TASK STATEMENT >> From the line with "pub fn with_hint(mut" to the line with "impl std::error::Error for", retype every line exactly, including those two, and leave out the rest of the data below.

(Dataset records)
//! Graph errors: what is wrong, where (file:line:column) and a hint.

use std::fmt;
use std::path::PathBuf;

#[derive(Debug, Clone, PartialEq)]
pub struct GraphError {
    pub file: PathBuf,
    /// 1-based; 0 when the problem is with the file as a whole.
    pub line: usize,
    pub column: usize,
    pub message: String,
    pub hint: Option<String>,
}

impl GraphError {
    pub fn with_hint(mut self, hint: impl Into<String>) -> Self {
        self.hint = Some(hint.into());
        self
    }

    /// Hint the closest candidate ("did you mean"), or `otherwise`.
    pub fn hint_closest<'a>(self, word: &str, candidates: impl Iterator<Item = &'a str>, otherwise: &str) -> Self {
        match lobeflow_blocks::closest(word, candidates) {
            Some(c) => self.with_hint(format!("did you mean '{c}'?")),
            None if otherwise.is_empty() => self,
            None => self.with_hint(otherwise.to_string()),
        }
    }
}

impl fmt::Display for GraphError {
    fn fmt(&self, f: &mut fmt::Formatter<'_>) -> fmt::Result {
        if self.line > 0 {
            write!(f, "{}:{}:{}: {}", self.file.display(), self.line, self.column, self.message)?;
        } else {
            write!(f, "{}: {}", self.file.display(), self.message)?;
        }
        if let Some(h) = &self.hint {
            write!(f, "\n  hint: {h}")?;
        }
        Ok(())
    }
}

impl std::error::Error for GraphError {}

...

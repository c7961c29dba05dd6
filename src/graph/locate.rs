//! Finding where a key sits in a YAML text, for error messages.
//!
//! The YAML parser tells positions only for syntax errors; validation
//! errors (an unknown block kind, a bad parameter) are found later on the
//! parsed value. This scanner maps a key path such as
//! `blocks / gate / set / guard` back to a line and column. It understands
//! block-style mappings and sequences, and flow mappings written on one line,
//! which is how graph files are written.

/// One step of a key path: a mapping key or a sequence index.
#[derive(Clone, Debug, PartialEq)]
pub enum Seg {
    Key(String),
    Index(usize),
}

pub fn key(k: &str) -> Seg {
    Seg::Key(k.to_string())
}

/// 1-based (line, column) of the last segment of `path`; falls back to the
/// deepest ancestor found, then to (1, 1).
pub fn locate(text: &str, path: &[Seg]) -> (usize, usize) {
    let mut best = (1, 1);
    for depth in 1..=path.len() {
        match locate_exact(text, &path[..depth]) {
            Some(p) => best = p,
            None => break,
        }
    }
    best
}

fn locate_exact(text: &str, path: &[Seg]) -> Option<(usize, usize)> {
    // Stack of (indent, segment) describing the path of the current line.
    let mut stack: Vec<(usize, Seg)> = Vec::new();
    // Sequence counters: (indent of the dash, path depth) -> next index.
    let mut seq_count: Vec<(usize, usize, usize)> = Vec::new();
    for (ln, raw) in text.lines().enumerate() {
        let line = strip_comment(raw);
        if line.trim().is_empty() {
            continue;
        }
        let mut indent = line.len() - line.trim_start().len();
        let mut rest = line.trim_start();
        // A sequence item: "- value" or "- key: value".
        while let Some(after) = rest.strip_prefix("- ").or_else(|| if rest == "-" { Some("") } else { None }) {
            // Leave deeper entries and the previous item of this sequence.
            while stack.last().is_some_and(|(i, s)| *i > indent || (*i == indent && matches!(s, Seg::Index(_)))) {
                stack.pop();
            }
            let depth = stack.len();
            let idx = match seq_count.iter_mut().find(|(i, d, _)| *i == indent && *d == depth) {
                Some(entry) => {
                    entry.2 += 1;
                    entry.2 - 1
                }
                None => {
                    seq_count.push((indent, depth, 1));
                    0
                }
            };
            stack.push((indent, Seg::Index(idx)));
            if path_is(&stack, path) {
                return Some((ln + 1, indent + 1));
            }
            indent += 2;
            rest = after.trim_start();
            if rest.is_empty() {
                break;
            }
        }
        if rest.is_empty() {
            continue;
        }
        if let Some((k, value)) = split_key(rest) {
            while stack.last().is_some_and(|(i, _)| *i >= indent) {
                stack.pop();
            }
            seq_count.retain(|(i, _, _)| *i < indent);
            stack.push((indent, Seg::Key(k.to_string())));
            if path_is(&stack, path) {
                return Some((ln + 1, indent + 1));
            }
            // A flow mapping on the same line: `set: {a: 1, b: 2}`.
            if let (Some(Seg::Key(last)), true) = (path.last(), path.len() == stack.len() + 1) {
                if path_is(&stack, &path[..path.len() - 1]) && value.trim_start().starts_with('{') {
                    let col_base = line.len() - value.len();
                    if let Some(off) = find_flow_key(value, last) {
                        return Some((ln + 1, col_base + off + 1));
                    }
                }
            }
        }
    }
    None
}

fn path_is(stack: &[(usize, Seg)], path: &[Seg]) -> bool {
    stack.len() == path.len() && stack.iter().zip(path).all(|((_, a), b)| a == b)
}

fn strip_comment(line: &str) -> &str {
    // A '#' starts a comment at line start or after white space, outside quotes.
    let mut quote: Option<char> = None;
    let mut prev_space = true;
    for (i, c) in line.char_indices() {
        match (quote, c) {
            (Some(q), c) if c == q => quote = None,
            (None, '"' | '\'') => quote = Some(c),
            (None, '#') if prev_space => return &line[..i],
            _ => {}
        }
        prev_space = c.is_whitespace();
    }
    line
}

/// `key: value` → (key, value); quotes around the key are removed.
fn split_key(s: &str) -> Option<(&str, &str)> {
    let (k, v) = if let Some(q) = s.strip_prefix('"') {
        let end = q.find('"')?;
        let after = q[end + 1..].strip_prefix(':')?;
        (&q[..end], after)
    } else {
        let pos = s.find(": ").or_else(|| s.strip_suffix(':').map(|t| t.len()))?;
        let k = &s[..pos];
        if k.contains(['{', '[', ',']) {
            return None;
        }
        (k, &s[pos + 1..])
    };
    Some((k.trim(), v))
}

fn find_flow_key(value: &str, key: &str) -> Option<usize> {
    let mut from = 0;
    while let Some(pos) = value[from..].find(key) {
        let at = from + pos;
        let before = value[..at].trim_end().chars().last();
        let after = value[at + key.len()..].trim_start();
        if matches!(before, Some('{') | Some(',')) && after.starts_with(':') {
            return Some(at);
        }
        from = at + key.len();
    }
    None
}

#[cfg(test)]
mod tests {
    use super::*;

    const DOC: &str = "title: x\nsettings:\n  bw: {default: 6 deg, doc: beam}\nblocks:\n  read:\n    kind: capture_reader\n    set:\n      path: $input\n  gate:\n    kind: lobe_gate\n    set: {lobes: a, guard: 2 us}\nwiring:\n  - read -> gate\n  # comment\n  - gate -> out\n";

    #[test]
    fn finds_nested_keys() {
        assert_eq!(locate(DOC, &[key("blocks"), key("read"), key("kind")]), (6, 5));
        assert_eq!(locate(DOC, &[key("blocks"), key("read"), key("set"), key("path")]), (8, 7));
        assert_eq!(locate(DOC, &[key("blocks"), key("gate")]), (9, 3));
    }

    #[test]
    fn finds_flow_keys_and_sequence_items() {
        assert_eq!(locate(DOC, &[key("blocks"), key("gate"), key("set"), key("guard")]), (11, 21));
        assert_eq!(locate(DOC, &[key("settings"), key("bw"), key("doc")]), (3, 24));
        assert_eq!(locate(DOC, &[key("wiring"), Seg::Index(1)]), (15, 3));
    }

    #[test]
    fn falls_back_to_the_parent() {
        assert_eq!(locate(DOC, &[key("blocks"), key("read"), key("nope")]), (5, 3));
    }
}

...

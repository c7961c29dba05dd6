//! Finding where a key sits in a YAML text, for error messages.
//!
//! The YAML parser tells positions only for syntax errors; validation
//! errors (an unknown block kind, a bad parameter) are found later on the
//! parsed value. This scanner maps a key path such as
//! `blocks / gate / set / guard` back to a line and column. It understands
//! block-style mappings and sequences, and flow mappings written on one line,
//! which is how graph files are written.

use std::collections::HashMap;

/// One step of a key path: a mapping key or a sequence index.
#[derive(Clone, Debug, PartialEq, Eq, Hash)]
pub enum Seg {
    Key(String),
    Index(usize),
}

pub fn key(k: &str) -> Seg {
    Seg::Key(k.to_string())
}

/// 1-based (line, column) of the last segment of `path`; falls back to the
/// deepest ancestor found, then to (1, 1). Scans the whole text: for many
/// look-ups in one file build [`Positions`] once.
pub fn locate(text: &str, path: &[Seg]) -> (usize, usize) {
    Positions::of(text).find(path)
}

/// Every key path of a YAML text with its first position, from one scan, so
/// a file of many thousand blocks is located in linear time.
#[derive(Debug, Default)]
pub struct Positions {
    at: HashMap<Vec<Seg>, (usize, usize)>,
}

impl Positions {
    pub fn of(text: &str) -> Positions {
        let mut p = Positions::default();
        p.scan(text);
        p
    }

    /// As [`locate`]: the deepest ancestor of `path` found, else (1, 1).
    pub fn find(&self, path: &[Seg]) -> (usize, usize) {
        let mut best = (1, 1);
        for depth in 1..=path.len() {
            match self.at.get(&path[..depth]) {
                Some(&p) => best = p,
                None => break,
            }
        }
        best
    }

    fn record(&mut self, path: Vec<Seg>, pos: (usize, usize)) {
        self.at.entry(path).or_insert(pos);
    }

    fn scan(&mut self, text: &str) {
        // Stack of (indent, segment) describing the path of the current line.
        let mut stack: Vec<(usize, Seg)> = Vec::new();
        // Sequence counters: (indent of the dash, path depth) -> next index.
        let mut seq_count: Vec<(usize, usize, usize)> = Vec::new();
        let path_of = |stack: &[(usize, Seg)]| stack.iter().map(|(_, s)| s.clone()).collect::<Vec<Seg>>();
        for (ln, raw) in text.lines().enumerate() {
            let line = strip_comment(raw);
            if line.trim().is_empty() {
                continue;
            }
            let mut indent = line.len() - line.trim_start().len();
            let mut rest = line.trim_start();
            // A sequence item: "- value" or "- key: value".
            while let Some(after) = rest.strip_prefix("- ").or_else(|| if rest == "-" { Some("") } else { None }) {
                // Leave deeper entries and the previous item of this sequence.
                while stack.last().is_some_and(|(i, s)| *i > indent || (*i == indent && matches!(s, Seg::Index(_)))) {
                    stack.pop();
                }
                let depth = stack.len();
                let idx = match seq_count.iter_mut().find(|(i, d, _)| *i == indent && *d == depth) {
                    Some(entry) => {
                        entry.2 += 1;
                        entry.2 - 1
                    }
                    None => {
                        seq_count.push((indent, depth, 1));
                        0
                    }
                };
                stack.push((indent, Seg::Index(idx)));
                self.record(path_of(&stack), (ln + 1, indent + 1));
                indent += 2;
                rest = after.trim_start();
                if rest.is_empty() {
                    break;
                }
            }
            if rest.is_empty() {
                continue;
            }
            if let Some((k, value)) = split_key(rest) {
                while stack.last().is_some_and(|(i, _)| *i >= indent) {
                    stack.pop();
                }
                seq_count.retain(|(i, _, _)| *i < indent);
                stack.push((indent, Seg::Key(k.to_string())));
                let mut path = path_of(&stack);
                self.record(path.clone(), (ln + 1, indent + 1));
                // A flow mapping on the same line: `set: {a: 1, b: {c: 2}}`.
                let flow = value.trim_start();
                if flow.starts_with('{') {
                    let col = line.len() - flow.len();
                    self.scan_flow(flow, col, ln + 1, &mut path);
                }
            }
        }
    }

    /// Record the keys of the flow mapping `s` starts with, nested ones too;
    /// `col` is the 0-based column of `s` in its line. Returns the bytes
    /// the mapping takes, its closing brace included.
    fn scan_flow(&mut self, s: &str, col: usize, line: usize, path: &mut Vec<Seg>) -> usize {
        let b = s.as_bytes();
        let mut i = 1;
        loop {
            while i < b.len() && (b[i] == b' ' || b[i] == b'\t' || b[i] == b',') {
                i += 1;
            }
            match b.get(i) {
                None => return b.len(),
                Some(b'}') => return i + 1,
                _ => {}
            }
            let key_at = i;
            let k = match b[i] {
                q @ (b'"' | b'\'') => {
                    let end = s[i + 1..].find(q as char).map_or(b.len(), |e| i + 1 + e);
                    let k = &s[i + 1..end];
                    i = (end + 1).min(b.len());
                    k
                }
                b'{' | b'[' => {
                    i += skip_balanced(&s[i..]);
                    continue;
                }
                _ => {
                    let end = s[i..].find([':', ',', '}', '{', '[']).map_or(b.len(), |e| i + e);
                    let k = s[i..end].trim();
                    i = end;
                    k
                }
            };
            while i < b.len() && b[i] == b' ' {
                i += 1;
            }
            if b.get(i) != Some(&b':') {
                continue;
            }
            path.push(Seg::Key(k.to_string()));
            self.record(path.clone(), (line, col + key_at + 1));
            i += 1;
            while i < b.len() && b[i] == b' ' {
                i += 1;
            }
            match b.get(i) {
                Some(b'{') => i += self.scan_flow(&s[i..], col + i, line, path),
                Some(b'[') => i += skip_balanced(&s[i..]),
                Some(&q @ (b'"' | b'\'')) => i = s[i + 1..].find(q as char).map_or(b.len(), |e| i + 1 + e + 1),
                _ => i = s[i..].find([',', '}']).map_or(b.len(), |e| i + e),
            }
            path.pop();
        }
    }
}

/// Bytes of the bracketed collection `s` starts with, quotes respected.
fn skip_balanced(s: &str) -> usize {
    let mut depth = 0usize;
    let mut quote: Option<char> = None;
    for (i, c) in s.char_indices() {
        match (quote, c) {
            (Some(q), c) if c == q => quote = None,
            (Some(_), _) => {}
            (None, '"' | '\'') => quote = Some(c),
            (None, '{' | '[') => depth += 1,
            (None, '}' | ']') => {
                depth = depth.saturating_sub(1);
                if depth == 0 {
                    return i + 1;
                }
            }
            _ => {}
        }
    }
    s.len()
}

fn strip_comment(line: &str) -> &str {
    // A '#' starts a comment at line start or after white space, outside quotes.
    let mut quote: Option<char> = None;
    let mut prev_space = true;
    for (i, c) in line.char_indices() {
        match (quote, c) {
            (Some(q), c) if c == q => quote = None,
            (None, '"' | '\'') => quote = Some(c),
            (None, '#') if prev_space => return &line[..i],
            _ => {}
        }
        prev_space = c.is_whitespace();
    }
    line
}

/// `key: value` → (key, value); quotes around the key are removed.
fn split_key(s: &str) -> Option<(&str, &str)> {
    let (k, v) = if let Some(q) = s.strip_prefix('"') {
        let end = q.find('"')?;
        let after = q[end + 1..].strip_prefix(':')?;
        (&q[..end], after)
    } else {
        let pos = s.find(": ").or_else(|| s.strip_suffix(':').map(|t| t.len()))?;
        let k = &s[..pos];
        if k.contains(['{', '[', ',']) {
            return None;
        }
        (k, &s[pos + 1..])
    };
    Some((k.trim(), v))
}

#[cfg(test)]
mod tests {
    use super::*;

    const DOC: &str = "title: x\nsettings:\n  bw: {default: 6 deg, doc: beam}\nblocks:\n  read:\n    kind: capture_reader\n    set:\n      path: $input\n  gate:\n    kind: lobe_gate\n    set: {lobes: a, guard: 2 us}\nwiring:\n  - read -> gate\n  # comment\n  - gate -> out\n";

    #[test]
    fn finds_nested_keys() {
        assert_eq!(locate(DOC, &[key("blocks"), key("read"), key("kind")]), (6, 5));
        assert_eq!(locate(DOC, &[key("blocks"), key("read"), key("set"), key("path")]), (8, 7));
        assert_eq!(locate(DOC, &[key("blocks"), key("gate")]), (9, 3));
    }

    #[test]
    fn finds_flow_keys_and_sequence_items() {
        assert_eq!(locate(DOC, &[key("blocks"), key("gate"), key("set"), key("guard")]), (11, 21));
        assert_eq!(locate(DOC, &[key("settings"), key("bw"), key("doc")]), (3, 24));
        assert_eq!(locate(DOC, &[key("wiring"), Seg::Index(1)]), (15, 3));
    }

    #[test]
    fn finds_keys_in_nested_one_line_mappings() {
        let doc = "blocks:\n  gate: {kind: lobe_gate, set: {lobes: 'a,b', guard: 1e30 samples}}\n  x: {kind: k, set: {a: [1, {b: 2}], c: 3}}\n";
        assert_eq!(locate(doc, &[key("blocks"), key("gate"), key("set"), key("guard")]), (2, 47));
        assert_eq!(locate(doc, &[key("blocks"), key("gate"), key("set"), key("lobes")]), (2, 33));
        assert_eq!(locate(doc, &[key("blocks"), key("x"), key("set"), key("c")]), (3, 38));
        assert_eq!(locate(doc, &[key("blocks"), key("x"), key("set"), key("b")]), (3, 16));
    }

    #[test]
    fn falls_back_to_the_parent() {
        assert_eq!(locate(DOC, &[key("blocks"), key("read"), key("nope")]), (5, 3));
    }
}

SOLUTION >>
    pub fn with_hint(mut self, hint: impl Into<String>) -> Self {
        self.hint = Some(hint.into());
        self
    }

    /// Hint the closest candidate ("did you mean"), or `otherwise`.
    pub fn hint_closest<'a>(self, word: &str, candidates: impl Iterator<Item = &'a str>, otherwise: &str) -> Self {
        match lobeflow_blocks::closest(word, candidates) {
            Some(c) => self.with_hint(format!("did you mean '{c}'?")),
            None if otherwise.is_empty() => self,
            None => self.with_hint(otherwise.to_string()),
        }
    }
}

impl fmt::Display for GraphError {
    fn fmt(&self, f: &mut fmt::Formatter<'_>) -> fmt::Result {
        if self.line > 0 {
            write!(f, "{}:{}:{}: {}", self.file.display(), self.line, self.column, self.message)?;
        } else {
            write!(f, "{}: {}", self.file.display(), self.message)?;
        }
        if let Some(h) = &self.hint {
            write!(f, "\n  hint: {h}")?;
        }
        Ok(())
    }
}

impl std::error::Error for GraphError {}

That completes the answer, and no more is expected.